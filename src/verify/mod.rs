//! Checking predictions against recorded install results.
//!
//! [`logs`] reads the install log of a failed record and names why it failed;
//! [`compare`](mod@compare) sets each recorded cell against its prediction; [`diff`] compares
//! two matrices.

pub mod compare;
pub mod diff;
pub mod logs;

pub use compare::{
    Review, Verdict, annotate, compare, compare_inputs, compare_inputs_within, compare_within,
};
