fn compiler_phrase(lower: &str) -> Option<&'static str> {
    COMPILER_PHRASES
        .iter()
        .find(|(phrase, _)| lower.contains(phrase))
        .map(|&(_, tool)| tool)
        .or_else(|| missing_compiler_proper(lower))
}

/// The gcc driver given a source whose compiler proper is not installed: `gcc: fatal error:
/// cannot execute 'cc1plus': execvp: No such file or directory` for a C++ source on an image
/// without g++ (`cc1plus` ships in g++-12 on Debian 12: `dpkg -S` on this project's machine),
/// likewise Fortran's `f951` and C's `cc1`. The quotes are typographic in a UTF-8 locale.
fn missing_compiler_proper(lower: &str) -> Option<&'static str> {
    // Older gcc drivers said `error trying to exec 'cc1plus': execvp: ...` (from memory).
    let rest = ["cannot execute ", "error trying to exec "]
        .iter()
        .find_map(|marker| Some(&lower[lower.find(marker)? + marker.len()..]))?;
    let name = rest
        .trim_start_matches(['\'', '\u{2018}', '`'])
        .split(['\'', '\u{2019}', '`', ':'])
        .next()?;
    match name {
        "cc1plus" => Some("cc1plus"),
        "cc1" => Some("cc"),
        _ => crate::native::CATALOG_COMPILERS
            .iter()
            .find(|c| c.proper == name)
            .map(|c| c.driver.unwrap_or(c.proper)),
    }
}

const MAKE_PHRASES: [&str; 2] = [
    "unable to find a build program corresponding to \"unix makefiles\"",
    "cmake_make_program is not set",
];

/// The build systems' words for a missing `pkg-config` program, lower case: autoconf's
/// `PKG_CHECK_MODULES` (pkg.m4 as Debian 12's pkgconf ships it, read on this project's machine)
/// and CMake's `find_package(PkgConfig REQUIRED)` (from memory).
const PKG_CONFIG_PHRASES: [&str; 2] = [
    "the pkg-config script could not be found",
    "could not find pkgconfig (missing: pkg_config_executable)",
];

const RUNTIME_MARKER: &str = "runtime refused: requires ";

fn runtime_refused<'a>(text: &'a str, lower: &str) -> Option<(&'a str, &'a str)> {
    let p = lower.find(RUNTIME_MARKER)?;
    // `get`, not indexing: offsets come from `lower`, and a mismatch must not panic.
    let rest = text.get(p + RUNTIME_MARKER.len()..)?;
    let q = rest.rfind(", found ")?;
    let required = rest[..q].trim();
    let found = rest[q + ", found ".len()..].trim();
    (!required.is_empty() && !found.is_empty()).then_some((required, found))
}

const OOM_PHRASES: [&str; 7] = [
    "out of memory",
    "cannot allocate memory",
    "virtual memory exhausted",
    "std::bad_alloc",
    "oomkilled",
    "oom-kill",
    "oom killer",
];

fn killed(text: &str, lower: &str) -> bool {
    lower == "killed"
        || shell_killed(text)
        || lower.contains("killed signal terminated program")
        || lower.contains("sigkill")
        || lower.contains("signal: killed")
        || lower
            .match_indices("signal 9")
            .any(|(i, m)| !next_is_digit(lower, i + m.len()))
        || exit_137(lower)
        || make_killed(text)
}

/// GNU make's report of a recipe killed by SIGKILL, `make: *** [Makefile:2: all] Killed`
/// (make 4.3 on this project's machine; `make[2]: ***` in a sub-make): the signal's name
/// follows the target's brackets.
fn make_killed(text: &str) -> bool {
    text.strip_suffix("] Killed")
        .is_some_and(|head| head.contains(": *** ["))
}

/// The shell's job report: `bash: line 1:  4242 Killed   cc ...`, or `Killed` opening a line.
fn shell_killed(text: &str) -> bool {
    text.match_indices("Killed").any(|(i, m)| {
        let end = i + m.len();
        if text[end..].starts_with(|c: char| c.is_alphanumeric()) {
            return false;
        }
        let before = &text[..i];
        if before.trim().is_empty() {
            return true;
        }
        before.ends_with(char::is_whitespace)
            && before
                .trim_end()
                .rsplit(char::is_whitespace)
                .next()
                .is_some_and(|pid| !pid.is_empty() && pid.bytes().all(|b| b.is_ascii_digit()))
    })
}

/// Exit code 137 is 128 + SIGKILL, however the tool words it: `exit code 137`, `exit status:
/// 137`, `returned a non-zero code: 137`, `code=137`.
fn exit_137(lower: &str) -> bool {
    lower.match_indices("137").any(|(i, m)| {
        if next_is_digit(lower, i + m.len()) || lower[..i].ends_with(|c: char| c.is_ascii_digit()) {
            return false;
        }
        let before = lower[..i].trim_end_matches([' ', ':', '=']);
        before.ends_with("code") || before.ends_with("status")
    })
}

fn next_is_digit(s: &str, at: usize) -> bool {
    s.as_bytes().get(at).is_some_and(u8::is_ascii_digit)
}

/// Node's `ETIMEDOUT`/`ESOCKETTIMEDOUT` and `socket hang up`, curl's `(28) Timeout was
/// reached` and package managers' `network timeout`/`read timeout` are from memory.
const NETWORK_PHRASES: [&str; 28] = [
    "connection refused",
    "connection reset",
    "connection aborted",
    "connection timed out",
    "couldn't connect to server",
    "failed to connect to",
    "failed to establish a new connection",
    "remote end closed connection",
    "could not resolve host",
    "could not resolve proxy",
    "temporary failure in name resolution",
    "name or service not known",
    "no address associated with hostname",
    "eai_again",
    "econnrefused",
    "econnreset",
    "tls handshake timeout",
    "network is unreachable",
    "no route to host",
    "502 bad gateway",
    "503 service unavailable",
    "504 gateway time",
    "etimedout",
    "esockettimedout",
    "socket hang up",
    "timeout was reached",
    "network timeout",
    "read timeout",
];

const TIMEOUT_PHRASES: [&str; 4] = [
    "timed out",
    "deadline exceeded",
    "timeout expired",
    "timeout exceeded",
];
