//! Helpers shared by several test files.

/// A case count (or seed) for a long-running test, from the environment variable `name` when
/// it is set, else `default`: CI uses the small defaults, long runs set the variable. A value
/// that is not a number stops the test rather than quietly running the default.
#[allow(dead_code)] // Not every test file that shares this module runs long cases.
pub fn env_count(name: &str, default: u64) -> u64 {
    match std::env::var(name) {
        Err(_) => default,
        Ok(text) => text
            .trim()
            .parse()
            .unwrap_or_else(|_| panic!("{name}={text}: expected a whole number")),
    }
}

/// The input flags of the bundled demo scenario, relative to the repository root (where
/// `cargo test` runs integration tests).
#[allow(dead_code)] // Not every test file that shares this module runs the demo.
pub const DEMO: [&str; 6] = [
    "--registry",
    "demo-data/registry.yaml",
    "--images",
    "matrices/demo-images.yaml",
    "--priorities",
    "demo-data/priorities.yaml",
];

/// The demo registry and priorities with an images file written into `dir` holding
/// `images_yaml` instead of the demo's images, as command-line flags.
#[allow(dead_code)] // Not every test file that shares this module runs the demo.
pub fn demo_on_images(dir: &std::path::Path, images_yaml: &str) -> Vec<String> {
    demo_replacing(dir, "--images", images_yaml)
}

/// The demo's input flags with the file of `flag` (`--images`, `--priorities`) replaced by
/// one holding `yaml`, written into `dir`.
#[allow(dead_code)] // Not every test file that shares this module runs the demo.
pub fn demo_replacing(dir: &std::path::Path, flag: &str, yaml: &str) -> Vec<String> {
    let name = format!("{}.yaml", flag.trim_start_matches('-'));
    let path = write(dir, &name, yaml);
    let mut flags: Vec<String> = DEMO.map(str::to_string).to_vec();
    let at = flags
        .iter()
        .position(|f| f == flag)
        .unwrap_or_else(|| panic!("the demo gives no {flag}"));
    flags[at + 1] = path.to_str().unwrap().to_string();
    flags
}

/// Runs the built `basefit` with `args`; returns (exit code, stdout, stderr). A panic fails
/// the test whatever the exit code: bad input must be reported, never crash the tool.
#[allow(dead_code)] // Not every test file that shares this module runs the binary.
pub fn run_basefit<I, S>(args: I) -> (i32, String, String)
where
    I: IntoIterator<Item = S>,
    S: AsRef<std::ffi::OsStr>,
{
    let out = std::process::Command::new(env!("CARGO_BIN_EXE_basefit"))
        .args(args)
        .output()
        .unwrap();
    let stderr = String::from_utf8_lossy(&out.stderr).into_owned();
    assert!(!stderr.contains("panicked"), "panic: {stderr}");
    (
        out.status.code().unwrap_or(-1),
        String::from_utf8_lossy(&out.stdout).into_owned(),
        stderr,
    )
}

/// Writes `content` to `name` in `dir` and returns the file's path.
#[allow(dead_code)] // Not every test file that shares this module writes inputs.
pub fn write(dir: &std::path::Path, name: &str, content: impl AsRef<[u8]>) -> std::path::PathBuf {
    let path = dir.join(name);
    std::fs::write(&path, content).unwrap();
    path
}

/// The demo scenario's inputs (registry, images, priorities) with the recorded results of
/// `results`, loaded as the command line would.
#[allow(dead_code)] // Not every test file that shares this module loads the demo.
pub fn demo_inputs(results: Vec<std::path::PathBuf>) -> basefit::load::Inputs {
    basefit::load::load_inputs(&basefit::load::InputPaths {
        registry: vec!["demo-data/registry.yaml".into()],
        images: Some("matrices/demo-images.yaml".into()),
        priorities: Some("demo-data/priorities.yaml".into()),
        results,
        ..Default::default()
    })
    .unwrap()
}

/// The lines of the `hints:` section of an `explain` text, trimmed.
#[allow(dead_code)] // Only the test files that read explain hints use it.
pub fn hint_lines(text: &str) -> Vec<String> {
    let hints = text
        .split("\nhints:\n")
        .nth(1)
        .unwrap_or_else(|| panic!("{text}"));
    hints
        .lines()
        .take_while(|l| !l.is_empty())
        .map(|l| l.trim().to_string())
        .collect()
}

---

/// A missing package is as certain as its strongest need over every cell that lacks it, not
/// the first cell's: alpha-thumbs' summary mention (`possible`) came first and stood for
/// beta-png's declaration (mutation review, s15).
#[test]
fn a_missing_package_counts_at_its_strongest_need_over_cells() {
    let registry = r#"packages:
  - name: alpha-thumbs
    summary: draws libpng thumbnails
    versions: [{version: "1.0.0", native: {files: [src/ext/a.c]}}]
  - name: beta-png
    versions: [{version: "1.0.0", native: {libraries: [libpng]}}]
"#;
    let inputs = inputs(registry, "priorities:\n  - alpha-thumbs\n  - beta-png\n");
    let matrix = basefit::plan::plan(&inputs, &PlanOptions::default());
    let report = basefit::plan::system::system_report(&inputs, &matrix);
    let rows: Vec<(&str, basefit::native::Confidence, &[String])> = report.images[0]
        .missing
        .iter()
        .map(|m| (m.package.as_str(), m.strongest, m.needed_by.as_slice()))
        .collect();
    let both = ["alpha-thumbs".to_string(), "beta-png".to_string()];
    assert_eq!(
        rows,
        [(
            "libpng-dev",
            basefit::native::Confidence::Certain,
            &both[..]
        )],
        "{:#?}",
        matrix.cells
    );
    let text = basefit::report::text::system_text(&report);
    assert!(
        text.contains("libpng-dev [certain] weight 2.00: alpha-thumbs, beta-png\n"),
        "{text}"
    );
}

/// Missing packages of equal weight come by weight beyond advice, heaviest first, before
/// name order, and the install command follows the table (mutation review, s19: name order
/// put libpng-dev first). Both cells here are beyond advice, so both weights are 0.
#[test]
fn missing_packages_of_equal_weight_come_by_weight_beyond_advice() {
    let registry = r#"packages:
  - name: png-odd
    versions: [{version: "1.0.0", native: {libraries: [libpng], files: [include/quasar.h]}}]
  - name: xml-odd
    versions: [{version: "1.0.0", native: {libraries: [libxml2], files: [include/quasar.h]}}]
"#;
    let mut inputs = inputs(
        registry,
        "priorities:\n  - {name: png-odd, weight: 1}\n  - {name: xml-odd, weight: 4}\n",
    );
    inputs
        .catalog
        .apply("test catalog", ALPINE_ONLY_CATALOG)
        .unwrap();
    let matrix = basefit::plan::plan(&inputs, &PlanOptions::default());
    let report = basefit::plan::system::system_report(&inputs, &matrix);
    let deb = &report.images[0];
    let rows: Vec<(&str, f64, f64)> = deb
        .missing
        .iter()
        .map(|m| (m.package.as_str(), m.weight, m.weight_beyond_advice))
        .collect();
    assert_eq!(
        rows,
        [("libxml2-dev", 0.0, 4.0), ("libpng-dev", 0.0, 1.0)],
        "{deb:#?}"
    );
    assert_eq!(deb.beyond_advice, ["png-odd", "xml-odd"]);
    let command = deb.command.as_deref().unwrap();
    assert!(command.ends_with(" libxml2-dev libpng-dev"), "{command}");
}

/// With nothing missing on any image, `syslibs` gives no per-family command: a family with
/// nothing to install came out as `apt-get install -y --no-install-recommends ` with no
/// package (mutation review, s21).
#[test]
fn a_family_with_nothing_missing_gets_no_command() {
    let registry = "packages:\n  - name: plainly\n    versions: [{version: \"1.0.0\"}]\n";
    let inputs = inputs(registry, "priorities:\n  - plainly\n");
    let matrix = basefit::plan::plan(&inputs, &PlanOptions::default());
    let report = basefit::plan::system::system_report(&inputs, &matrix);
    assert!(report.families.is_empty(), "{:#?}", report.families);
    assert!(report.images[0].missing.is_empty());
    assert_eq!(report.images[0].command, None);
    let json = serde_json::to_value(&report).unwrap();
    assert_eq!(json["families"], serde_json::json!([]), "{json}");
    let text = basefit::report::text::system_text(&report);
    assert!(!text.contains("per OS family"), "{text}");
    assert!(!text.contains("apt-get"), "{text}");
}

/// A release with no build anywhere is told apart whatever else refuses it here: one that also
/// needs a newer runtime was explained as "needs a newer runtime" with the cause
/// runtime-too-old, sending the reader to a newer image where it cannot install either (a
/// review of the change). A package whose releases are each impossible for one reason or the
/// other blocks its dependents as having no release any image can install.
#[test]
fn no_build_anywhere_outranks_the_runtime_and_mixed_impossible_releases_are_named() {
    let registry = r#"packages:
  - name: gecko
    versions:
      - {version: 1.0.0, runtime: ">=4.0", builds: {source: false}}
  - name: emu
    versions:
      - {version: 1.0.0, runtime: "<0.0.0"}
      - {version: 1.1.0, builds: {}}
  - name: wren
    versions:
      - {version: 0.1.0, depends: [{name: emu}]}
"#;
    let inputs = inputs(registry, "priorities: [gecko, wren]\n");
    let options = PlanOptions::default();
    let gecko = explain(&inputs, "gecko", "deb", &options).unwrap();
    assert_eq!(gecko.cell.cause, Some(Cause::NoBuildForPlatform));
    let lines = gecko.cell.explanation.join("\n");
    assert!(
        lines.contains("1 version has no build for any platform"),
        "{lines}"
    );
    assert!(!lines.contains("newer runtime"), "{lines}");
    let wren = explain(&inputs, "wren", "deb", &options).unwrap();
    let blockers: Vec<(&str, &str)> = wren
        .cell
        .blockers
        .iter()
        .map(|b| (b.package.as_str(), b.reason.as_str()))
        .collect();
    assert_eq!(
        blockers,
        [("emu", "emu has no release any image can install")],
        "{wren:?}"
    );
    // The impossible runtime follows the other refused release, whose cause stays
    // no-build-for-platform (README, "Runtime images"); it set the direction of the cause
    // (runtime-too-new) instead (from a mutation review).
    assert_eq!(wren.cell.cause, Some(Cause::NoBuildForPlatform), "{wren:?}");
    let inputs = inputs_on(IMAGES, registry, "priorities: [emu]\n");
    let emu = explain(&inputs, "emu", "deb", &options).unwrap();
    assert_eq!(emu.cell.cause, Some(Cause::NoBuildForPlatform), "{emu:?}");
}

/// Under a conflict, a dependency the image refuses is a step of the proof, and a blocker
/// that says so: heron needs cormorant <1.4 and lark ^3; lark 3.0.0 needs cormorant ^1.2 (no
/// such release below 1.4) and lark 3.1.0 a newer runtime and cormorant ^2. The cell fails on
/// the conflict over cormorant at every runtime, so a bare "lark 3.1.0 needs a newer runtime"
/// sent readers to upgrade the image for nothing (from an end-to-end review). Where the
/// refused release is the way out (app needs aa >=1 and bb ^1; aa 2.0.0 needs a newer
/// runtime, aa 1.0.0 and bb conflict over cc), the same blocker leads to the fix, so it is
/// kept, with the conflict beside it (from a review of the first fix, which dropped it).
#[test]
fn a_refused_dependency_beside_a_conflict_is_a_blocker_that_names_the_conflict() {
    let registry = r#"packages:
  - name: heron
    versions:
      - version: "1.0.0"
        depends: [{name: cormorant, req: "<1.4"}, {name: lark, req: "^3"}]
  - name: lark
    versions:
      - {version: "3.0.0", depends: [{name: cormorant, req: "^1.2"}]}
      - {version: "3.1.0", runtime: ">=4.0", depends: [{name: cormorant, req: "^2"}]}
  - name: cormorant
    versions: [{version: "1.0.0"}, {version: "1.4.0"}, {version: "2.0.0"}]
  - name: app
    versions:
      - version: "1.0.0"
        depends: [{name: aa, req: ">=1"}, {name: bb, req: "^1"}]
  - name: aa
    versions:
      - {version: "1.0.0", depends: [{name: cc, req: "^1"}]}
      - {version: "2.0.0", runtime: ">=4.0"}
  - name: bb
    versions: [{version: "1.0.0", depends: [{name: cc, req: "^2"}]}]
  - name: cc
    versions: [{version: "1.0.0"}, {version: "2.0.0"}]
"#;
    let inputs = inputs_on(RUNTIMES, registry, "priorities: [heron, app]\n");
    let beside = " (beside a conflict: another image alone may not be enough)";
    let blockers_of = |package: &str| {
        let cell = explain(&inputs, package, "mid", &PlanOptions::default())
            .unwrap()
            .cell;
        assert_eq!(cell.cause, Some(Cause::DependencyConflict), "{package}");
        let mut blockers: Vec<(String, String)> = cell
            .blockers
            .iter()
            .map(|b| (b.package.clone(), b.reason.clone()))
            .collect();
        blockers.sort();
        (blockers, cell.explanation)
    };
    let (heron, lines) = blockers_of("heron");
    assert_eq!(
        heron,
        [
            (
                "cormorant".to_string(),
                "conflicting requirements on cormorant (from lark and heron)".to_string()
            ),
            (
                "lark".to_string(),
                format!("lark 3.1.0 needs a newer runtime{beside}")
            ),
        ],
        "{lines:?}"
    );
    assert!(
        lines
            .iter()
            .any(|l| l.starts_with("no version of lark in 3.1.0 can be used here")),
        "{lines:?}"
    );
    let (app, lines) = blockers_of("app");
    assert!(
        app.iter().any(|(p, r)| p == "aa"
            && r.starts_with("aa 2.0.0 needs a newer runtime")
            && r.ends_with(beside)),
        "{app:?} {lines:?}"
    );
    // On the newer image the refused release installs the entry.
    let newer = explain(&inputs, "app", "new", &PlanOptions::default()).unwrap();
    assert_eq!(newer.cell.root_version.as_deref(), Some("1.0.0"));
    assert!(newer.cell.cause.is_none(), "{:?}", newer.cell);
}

_YOUR GOAL:_ Reproduce exactly the lines of the records above from the one with "and stood for" to the one with "let rows: Vec<(&str, basefit::native::Confidence, &[String])>", both included, and leave out everything else.

_YOUR RESPONSE:_
/// the first cell's: alpha-thumbs' summary mention (`possible`) came first and stood for
/// beta-png's declaration (mutation review, s15).
#[test]
fn a_missing_package_counts_at_its_strongest_need_over_cells() {
    let registry = r#"packages:
  - name: alpha-thumbs
    summary: draws libpng thumbnails
    versions: [{version: "1.0.0", native: {files: [src/ext/a.c]}}]
  - name: beta-png
    versions: [{version: "1.0.0", native: {libraries: [libpng]}}]
"#;
    let inputs = inputs(registry, "priorities:\n  - alpha-thumbs\n  - beta-png\n");
    let matrix = basefit::plan::plan(&inputs, &PlanOptions::default());
    let report = basefit::plan::system::system_report(&inputs, &matrix);
    let rows: Vec<(&str, basefit::native::Confidence, &[String])> = report.images[0]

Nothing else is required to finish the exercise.